In most cases ordinary least squares will not be particularly
suited because the large number of descriptors may lead to
colinearity problems. Once a model has been obtained and its
predictive capabilities have been established by cross-validation
methods, the next step is to apply it to compounds not contained
in the set that was used to generate the model. For this purpose
the matrix hdrqn_dsc.mtx is useful. Furthermore, a few
companion programs are provided with Moloc to facilitate prediction.

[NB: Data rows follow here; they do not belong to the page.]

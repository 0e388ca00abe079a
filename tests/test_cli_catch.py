"""The ``catch`` command end to end: the demo's timed programme, formats, errors."""

from __future__ import annotations

import csv
import io
import json

import pytest

from skyplan import notices
from skyplan.cli import app
from skyplan.engine.ephemeris import configure_astropy_offline

configure_astropy_offline()

KEYS = ("name", "epoch_number", "ingress", "mid", "egress", "mid_sigma_min", "coverage",
        "baseline_before_min", "baseline_after_min", "alt_ingress_deg", "alt_mid_deg",
        "alt_egress_deg")  # the keys issue 18 fixes


def run(capsys, *argv: str) -> tuple[int, str, str]:
    notices.take()
    with pytest.raises(SystemExit) as exc:
        app.main(list(argv))
    out, err = capsys.readouterr()
    return int(exc.value.code or 0), out, err


def test_demo_lists_a_month_of_events(capsys):
    code, out, err = run(capsys, "catch", "--demo", "-f", "json")
    assert code == 0, err
    doc = json.loads(out)
    assert doc["from"] == "2026-12-18" and doc["to"] == "2027-01-16"
    events = doc["events"]
    assert {e["name"] for e in events} >= {"Corriemoor b", "Feldspar Reach b", "Tollgate Vale",
                                           "Marrow Lantern", "Kestrel Relay", "Quarry Lamp"}
    for e in events:
        assert all(k in e for k in KEYS)
        assert e["ingress"].endswith("Z") and e["ingress"] <= e["mid"] <= e["egress"]
        assert e["kind"] == "fixed" or e["coverage"] >= 0.5
    first = [e for e in events if e["name"] == "Corriemoor b"][0]
    assert first["mid"].startswith("2026-12-18T23:2")  # the demo's night (docs/timed.md)
    assert first["coverage"] == 1.0 and first["baseline_before_min"] == 60.0


def test_table_and_csv(capsys):
    code, out, _ = run(capsys, "catch", "--demo", "--to", "2026-12-20", "--wide")
    assert code == 0 and "Corriemoor b" in out and "Events to catch at Hollowmere" in out
    code, out, _ = run(capsys, "catch", "--demo", "--to", "2026-12-20", "-f", "csv",
                       "--baseline", "30", "--min-coverage", "1")
    rows = list(csv.DictReader(io.StringIO(out)))
    assert code == 0 and rows and list(rows[0])[:len(KEYS)] == list(KEYS)
    assert all(float(r["baseline_before_min"] or 0) <= 30.0 for r in rows)


@pytest.mark.parametrize(("args", "field"), [
    (("--min-coverage", "1.5"), "--min-coverage"),
    (("--baseline", "-5"), "--baseline"),
    (("--from", "2026-12-20", "--to", "2026-12-10"), "--to"),
])
def test_bad_options_exit_2(capsys, args, field):
    code, out, err = run(capsys, "catch", "--demo", *args)
    assert code == 2 and field in err and "Traceback" not in err and not out


def test_bad_timing_exit_2(capsys, tmp_path):
    path = tmp_path / "t.csv"
    path.write_text("name,ra,dec,event_t0,period_d,duration_h\nA,10,20,2461000.5,0,2\n")
    code, _, err = run(capsys, "catch", str(path), "--site", "40,-3")
    assert code == 2 and f"{path}:2" in err and "period_d" in err


def test_altitude_chart_shades_tonights_events(tmp_path, capsys):
    """The demo night holds Corriemoor b's transit (epoch 203) among others: one hatched
    band per event or fixed time, none for phase spans."""
    import xml.etree.ElementTree as ET

    path = tmp_path / "alt.svg"
    from skyplan.inputs import scenario

    code, _, err = run(capsys, "chart", "altitude", str(scenario.demo_path("timed.csv")),
                       "--demo", "--out", str(path), "--top", "0")
    assert code == 0, err
    ids = {g.get("id") for g in ET.parse(path).getroot().iter("{http://www.w3.org/2000/svg}g")}
    bands = {i for i in ids if i and i.startswith("event-")}
    assert len(bands) == 5  # Tollgate Vale, Corriemoor b, Feldspar Reach b, two fixed times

Calculate Predictions for a Linear Model
For our hydroxyquinolone example a PLS analysis yielded
r**2 = 0.784 and q**2 = 0.704. The corresponding coefficients are
given in file hdrqn.cfd (one coefficient per line,
constant at the end). This file can be found in the data directory
moloc/dat.
In order to calculate predictions for a set of structures, these
must be provided in mol-format. In addition to this file the
associated Moloc program Mtprmp requires:
- the pharmacophore description of the training set,
hdrqn.tpr
- the descriptor matrix file hdrqn_dsc.mtx
- the coefficient file hdrqn.cfd.
The calculations can be performed in two different formats
(for simplicity we just calculate the values for the molecules
of the original training set):
- Simply generate a file with the results
Issue the command
Mtprmp -u hdrqn.tpr -m hdrqn_dsc.mtx -g hdrqn.cfd -o
hdrqn.plt hdrqn.sd
or, relying on default extensions and output file-name, the
abbreviated command
Mtprmp -u hdrqn -m hdrqn_dsc -g hdrqn hdrqn.

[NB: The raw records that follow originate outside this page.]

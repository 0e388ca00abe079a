"""Tests for the charts (skyplan.render.sky_chart, altitude_chart, chartstyle): files that
parse, the requested size, markers where the projection puts them, readable layout, and
byte-identical output for identical input.

Scenes are built by hand with invented numbers: these tests check drawing, not astronomy.
References:
- PNG file layout (signature, IHDR width and height as big-endian 32-bit integers):
  W3C PNG Specification, 2nd ed. (2003), sections 5.2 and 11.2.2.
- Airmass scale: plane-parallel sec z = 1 / sin(alt) (common practice); sec 60° = 2 exactly.
- Lit area of a phase disc equals the illuminated fraction: Meeus (1998), Astronomical
  Algorithms, ch. 48 (from memory).
"""

from __future__ import annotations

import math
import re
import struct
import xml.etree.ElementTree as ET
from pathlib import Path

import numpy as np
import pytest

from skyplan.engine.scene import (
    AltitudeScene,
    MoonMark,
    SkyLine,
    SkyPoints,
    SkyScene,
    SkyTargets,
    Track,
    TwilightEdges,
    Visit,
)
from skyplan.errors import InputError
from skyplan.render.altitude_chart import altitude_figure, draw_altitude
from skyplan.render.projection import project
from skyplan.render.sky_chart import draw_sky, sky_figure
from skyplan.render.sky_marks import moon_lit_outline

SVG = "{http://www.w3.org/2000/svg}"
XLINK = "{http://www.w3.org/1999/xlink}"
T0 = 1_700_000_000.0  # an arbitrary instant; only differences matter here


def sky_scene(**changes) -> SkyScene:
    az = np.linspace(0.0, 360.0, 181)
    fields = {
        "site_name": "Test Hill",
        "lat_deg": 45.0,
        "lon_deg": -7.5,
        "time_utc_iso": "2030-01-01T22:00:00Z",
        "time_local": "2030-01-01 23:00",
        "twilight": "night",
        "min_alt_deg": 25.0,
        "horizon": SkyLine([4.0, 10.0, 2.0, 6.0], [0.0, 90.0, 180.0, 270.0]),
        "equator": SkyLine(45.0 * np.cos(np.radians(az - 180.0)), az),
        "ecliptic": SkyLine(40.0 * np.cos(np.radians(az - 200.0)) + 5.0, az),
        "moon": MoonMark(35.0, 250.0, 0.3, True, -60.0),
        "planets": SkyPoints(["Jupiter"], [50.0], [150.0]),
        "targets": SkyTargets(
            ["Alpha", "Beta", "Gamma", "Low One"],
            [60.0, 20.0, 70.0, -5.0],
            [100.0, 300.0, 200.0, 10.0],
            [True, False, True, False],
        ),
        "tracks": (
            Track(
                "Alpha",
                np.linspace(30.0, 80.0, 13),
                np.linspace(80.0, 160.0, 13),
                (0, 6, 12),
                ("21h", "22h", "23h"),
            ),
        ),
    }
    fields.update(changes)
    return SkyScene(**fields)


def altitude_scene(**changes) -> AltitudeScene:
    t = T0 + np.arange(0.0, 12 * 3600.0 + 1.0, 600.0)
    h = (t - T0) / 3600.0
    fields = {
        "site_name": "Test Hill",
        "night_label": "night of 2030-01-01",
        "zone": "Europe/Lisbon",
        "time_unix": t,
        "hour_tick_unix": T0 + 3600.0 * np.arange(13),
        "hour_tick_label": tuple(f"{(18 + k) % 24:02d}:00" for k in range(13)),
        "twilight": TwilightEdges(
            "day",
            sunset=T0 + 1800.0,
            civil_dusk=T0 + 3600.0,
            nautical_dusk=T0 + 5400.0,
            astronomical_dusk=T0 + 7200.0,
            astronomical_dawn=T0 + 36000.0,
            nautical_dawn=T0 + 37800.0,
            civil_dawn=T0 + 39600.0,
            sunrise=T0 + 41400.0,
        ),
        "names": ("Alpha", "Beta", "A target with a rather long name indeed"),
        "alt_deg": np.vstack([70 - 4 * (h - 5) ** 2 / 2, 20 + 4 * h, 80 - 6 * h]),
        "min_alt_deg": 30.0,
        "max_airmass": 2.5,
        "moon_alt_deg": 50 - 8 * h,
        "visits": (Visit("Alpha", T0 + 4 * 3600.0, T0 + 5 * 3600.0),),
    }
    fields.update(changes)
    return AltitudeScene(**fields)


def png_size(path: Path) -> tuple[int, int]:
    # W3C PNG spec: 8-byte signature, then the IHDR chunk (length, "IHDR", width, height).
    head = path.read_bytes()[:24]
    assert head[:8] == b"\x89PNG\r\n\x1a\n"
    assert head[12:16] == b"IHDR"
    return struct.unpack(">II", head[16:24])


def png_chunk_types(path: Path) -> list[str]:
    # W3C PNG spec section 5.3: each chunk is length (4 bytes), type (4), data, CRC (4).
    data = path.read_bytes()
    pos, types = 8, []
    while pos < len(data):
        (length,) = struct.unpack(">I", data[pos : pos + 4])
        types.append(data[pos + 4 : pos + 8].decode("ascii"))
        pos += 12 + length
    return types


def group(root: ET.Element, gid: str) -> ET.Element:
    found = root.find(f".//{SVG}g[@id='{gid}']")
    assert found is not None, f"no group {gid!r} in the SVG"
    return found


@pytest.mark.parametrize(
    "draw, scene, size",
    [
        (draw_sky, sky_scene, {"size_px": 640, "dpi": 80}),
        (draw_altitude, altitude_scene, {"width_px": 901, "height_px": 487, "dpi": 96}),
    ],
)
def test_files_parse_have_requested_size_and_repeat_byte_for_byte(tmp_path, draw, scene, size):
    want = (size.get("size_px", size.get("width_px")), size.get("size_px", size.get("height_px")))
    for ext in ("svg", "png"):
        first = draw(scene(), tmp_path / f"a.{ext}", **size)
        second = draw(scene(), tmp_path / f"b.{ext}", **size)
        assert first.path.read_bytes() == second.path.read_bytes()
        assert (first.width_px, first.height_px) == want
    ET.parse(tmp_path / "a.svg")
    assert b"dc:date" not in (tmp_path / "a.svg").read_bytes()
    assert png_size(tmp_path / "a.png") == want
    assert "tIME" not in png_chunk_types(tmp_path / "a.png")  # PNG timestamp chunk


def test_unknown_extension_is_refused(tmp_path):
    with pytest.raises(InputError, match=r"\.svg or \.png"):
        draw_sky(sky_scene(), tmp_path / "sky.pdf")


@pytest.mark.parametrize("alt, az", [(40.0, 120.0), (12.0, 300.0)])
def test_target_lands_where_the_projection_puts_it(tmp_path, alt, az):
    # Read the horizon circle and the target marker back from the SVG file, and check the
    # marker sits at project(alt, az) in the frame the horizon circle defines (2R = its radius).
    scene = sky_scene(targets=SkyTargets(["Solo"], [alt], [az], [True]), tracks=())
    root = ET.parse(draw_sky(scene, tmp_path / "one.svg", size_px=800).path).getroot()
    d = group(root, "horizon").find(f"{SVG}path").get("d")
    xs, ys = (np.array(v, dtype=float) for v in zip(*re.findall(r"(-?[\d.]+) (-?[\d.]+)", d)))
    cx, cy = (xs.min() + xs.max()) / 2, (ys.min() + ys.max()) / 2
    ring = (xs.max() - xs.min()) / 2
    assert (ys.max() - ys.min()) / 2 == pytest.approx(ring, abs=1e-3)
    uses = group(root, "targets-ok").findall(f".//{SVG}use")
    assert len(uses) == 1
    mx, my = float(uses[0].get("x")), float(uses[0].get("y"))
    px, py = project(alt, az, 1.0)
    scale = ring / 2.0  # file units per sphere radius: the horizon is at 2R
    assert mx == pytest.approx(cx + px * scale, abs=0.01)
    assert my == pytest.approx(cy - py * scale, abs=0.01)  # SVG y grows downwards


def test_lone_marker_found_in_png_pixels(tmp_path):
    # The same check on raster output: the target's blue pixels centre on the pixel that the
    # chart's own data-to-pixel transform gives for the projected point.
    from matplotlib.image import imread

    scene = sky_scene(
        targets=SkyTargets(["Solo"], [33.0], [75.0], [True]),
        tracks=(),
        planets=SkyPoints([], [], []),
    )
    size = 900
    fig = sky_figure(scene, size_px=size, dpi=100)
    ax = fig.axes[0]
    ex, ey = ax.transData.transform(np.column_stack(project(33.0, 75.0)))[0]
    path = draw_sky(scene, tmp_path / "one.png", size_px=size, dpi=100).path
    rgb = imread(path)[..., :3] * 255.0
    blue = np.linalg.norm(rgb - np.array([0.0, 114.0, 178.0]), axis=-1) < 40.0
    rows, cols = np.nonzero(blue)
    inside = np.hypot(cols - ex, (size - rows) - ey) < 30.0
    assert inside.sum() >= 20
    assert cols[inside].mean() + 0.5 == pytest.approx(ex, abs=1.0)
    assert size - rows[inside].mean() - 0.5 == pytest.approx(ey, abs=1.0)
    assert ex < size / 2  # east of the meridian is left of centre


def test_crowded_labels_never_overlap_and_hidden_ones_are_counted():
    rng = np.random.default_rng(1)
    n = 40
    scene = sky_scene(
        targets=SkyTargets(
            [f"Crowd {k}" for k in range(n)],
            60.0 + rng.uniform(-2.0, 2.0, n),
            140.0 + rng.uniform(-3.0, 3.0, n),
            np.ones(n, dtype=bool),
        ),
        tracks=(),
    )
    fig = sky_figure(scene, size_px=700)
    renderer = fig.canvas.get_renderer()
    labels = [t for t in fig.axes[0].texts if t.get_gid() == "label"]
    boxes = [t.get_window_extent(renderer) for t in labels]
    for i, a in enumerate(boxes):
        for b in boxes[i + 1 :]:
            assert not a.overlaps(b)
    notes = next(t.get_text() for t in fig.texts if t.get_gid() == "notes")
    hidden = int(re.search(r"(\d+) labels? hidden", notes).group(1))
    shown_targets = sum(t.get_text().startswith("Crowd") for t in labels)
    assert hidden > 0
    assert shown_targets + hidden == n  # Moon and planet labels are always shown
    assert any(t.get_text() == "Jupiter" for t in labels)


def test_targets_below_the_horizon_are_counted_not_drawn():
    fig = sky_figure(sky_scene(), size_px=500)
    notes = next(t.get_text() for t in fig.texts if t.get_gid() == "notes")
    assert "1 target below the horizon (not shown)" in notes
    labels = [t.get_text() for t in fig.axes[0].texts if t.get_gid() == "label"]
    assert "Low One" not in labels


@pytest.mark.parametrize(
    "moon_az, bright_limb_deg, expected",
    [
        (90.0, 0.0, "towards the centre"),  # bright limb towards the zenith
        (180.0, 90.0, "right"),  # towards increasing azimuth: from south towards west
        (180.0, -90.0, "left"),
    ],
)
def test_moon_lit_side_faces_the_given_direction(moon_az, bright_limb_deg, expected):
    scene = sky_scene(moon=MoonMark(30.0, moon_az, 0.25, True, bright_limb_deg))
    fig = sky_figure(scene, size_px=500)
    ax = fig.axes[0]
    disc = next(p for p in ax.patches if p.get_gid() == "moon")
    lit = next(p for p in ax.patches if p.get_gid() == "moon-lit")
    dx, dy = lit.get_xy().mean(axis=0) - np.array(disc.center)
    if expected == "towards the centre":
        cx, cy = disc.center
        assert (dx * -cx + dy * -cy) / (math.hypot(dx, dy) * math.hypot(cx, cy)) > 0.99
    elif expected == "right":
        assert dx > 0 and abs(dy) < 0.1 * abs(dx)
    else:
        assert dx < 0 and abs(dy) < 0.1 * abs(dx)


@pytest.mark.parametrize("k", [0.0, 0.1, 0.5, 0.83, 1.0])
def test_lit_outline_area_is_the_illuminated_fraction(k):
    # Meeus 1998 ch. 48 (from memory): k is the lit share of the apparent disc.
    xy = moon_lit_outline(k, (0.3, -0.2), 2.0, 0.7, n=4000)
    x, y = xy[:, 0], xy[:, 1]
    area = 0.5 * abs(np.dot(x, np.roll(y, -1)) - np.dot(y, np.roll(x, -1)))
    assert area == pytest.approx(k * math.pi * 4.0, abs=1e-4)


def test_legend_stays_outside_the_plot():
    fig = altitude_figure(
        altitude_scene(
            names=tuple(f"T{k}" for k in range(12)),
            alt_deg=np.tile(np.linspace(10, 80, 73), (12, 1)),
            visits=(),
        )
    )
    fig.canvas.draw()
    renderer = fig.canvas.get_renderer()
    ax = fig.axes[0]
    legend_box = fig.legends[0].get_window_extent(renderer)
    assert not legend_box.overlaps(ax.get_tightbbox(renderer))
    assert legend_box.x1 <= fig.bbox.x1 and legend_box.y0 >= fig.bbox.y0


def test_airmass_axis_lines_up_with_sec_z():
    # sec z = 1/sin(alt): airmass 2 at 30° exactly, 1.5 at asin(2/3) = 41.81°.
    fig = altitude_figure(altitude_scene())
    fig.canvas.draw()  # the secondary axis sets its scale when drawn
    ax = fig.axes[0]
    (second,) = ax.child_axes
    for airmass, alt in ((2.0, 30.0), (1.5, math.degrees(math.asin(2.0 / 3.0)))):
        y_second = second.transData.transform((0.0, airmass))[1]
        y_main = ax.transData.transform((0.0, alt))[1]
        assert y_second == pytest.approx(y_main, abs=1e-3)  # pixels


def spans(fig) -> list[tuple[float, float, str]]:
    out = []
    for p in fig.axes[0].patches:
        gid = p.get_gid() or ""
        if gid.startswith("twilight-"):
            xs = p.get_path().transformed(p.get_patch_transform()).vertices[:, 0]
            out.append((xs.min(), xs.max(), gid))
    return sorted(out)


def test_twilight_bands_follow_the_edges():
    scene = altitude_scene()
    tw = scene.twilight
    got = spans(altitude_figure(scene))
    want = [
        (tw.sunset, tw.civil_dusk, "twilight-1"),
        (tw.civil_dusk, tw.nautical_dusk, "twilight-2"),
        (tw.nautical_dusk, tw.astronomical_dusk, "twilight-3"),
        (tw.astronomical_dusk, tw.astronomical_dawn, "twilight-4"),
        (tw.astronomical_dawn, tw.nautical_dawn, "twilight-3"),
        (tw.nautical_dawn, tw.civil_dawn, "twilight-2"),
        (tw.civil_dawn, tw.sunrise, "twilight-1"),
    ]
    assert [g[2] for g in got] == [w[2] for w in want]
    for (a0, a1, _), (b0, b1, _) in zip(got, want, strict=True):
        assert a0 == pytest.approx(b0) and a1 == pytest.approx(b1)


def test_white_night_has_no_night_band():
    # The Sun never reaches -18°: no astronomical dusk or dawn, so the darkest band is
    # astronomical twilight, from nautical dusk to nautical dawn.
    tw = TwilightEdges(
        "day",
        sunset=T0 + 3600.0,
        civil_dusk=T0 + 7200.0,
        nautical_dusk=T0 + 10800.0,
        nautical_dawn=T0 + 25200.0,
        civil_dawn=T0 + 28800.0,
        sunrise=T0 + 32400.0,
    )
    got = spans(altitude_figure(altitude_scene(twilight=tw)))
    assert [g[2] for g in got] == [
        "twilight-1",
        "twilight-2",
        "twilight-3",
        "twilight-2",
        "twilight-1",
    ]
    assert got[2][0] == pytest.approx(T0 + 10800.0) and got[2][1] == pytest.approx(T0 + 25200.0)


def test_scene_shapes_are_checked():
    with pytest.raises(ValueError, match="lengths differ"):
        SkyTargets(["a", "b"], [1.0], [2.0, 3.0], [True, True])
    with pytest.raises(ValueError, match="shape"):
        altitude_scene(alt_deg=np.zeros((3, 5)))
    with pytest.raises(ValueError, match="not in the scene"):
        altitude_scene(visits=(Visit("Nobody", T0, T0 + 60.0),))
    with pytest.raises(ValueError, match="start_state"):
        TwilightEdges("dusk")


def test_bare_scenes_still_draw(tmp_path):
    # No horizon profile, lines, Moon, planets, targets or tracks: the frame alone.
    bare = SkyScene("Flat Field", -33.9, 18.4, "2030-06-01T20:00:00Z", "22:00", "day", 20.0)
    fig = sky_figure(bare, size_px=400)
    assert [t.get_text() for t in fig.axes[0].texts if t.get_gid() == "label"] == []
    empty = altitude_scene(names=(), alt_deg=np.zeros((0, 73)), visits=(), moon_alt_deg=None)
    path = draw_altitude(empty, tmp_path / "empty.png", width_px=500, height_px=300).path
    assert png_size(path) == (500, 300)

The output file hdrqn.plt contains two columns
containing the names of the structures and the model prediction
values.
- Modify structure file
The second mode consists of producing a new structure file which,
in addition to the original data, is augmented by a data field
for each compound which contains the calculated model value.
The corresponding command reads
Mtprmp -u hdrqn -m hdrqn_dsc -g hdrqn -r DATA1 <
hdrqn.sd > hdrqn1.sd
- With the parameter '-r DATA1' the user specifies, that this
(redirection) mode should be activated. The data field will
carry the label 'DATA1'.
- Using the standard input to feed the structure file to the
program, and the standard output to produce the result offers the
possibility to relay the structure file through different models,
using the piping mechanism. Thus, at the end, one obtains the
original structure file, augmented by several data fields,
one for each model.
This mode is useful for the generation of web tools, in which
the user may specify the models he is interested in. The
web-program than simply has to care that the submitted structure
file is piped through the selected model programs, and that the
appropriate output is generated.
Running the new version of Mtprmp with old model files
- Write a model file, hdrqn.mdl, with the following 4 lines:
- Line 1: MODEL_TYPE topological_pharmacophore
- Line 2: hdrqn.tpr
- Line 3: hdrqn.sml
- Line 4: hdrqn
- Rename hdrqn_dsc.mtx to hdrqn.mtx (.mtx and .cfd
files must carry the same name).
- Generate a file, hdrqn.sml, containing the single line:
1 components: topological, 9 1.0 1.0 1.0 2.0 2.0 0.0 0.0 1.0
This, to transfer the parameters for the similarity
calculation.
- In the call to Mtprmp replace the parameters:
-u hdrqn -m hdrqn_dsc -g hdrqn
by
-m hdrqn
e.g. Mtprmp -m hdrqn -r DATA1 < hdrqn.sd > hdrqn1.sd
(The new version of Mtprmp just looks for the .mdl file.)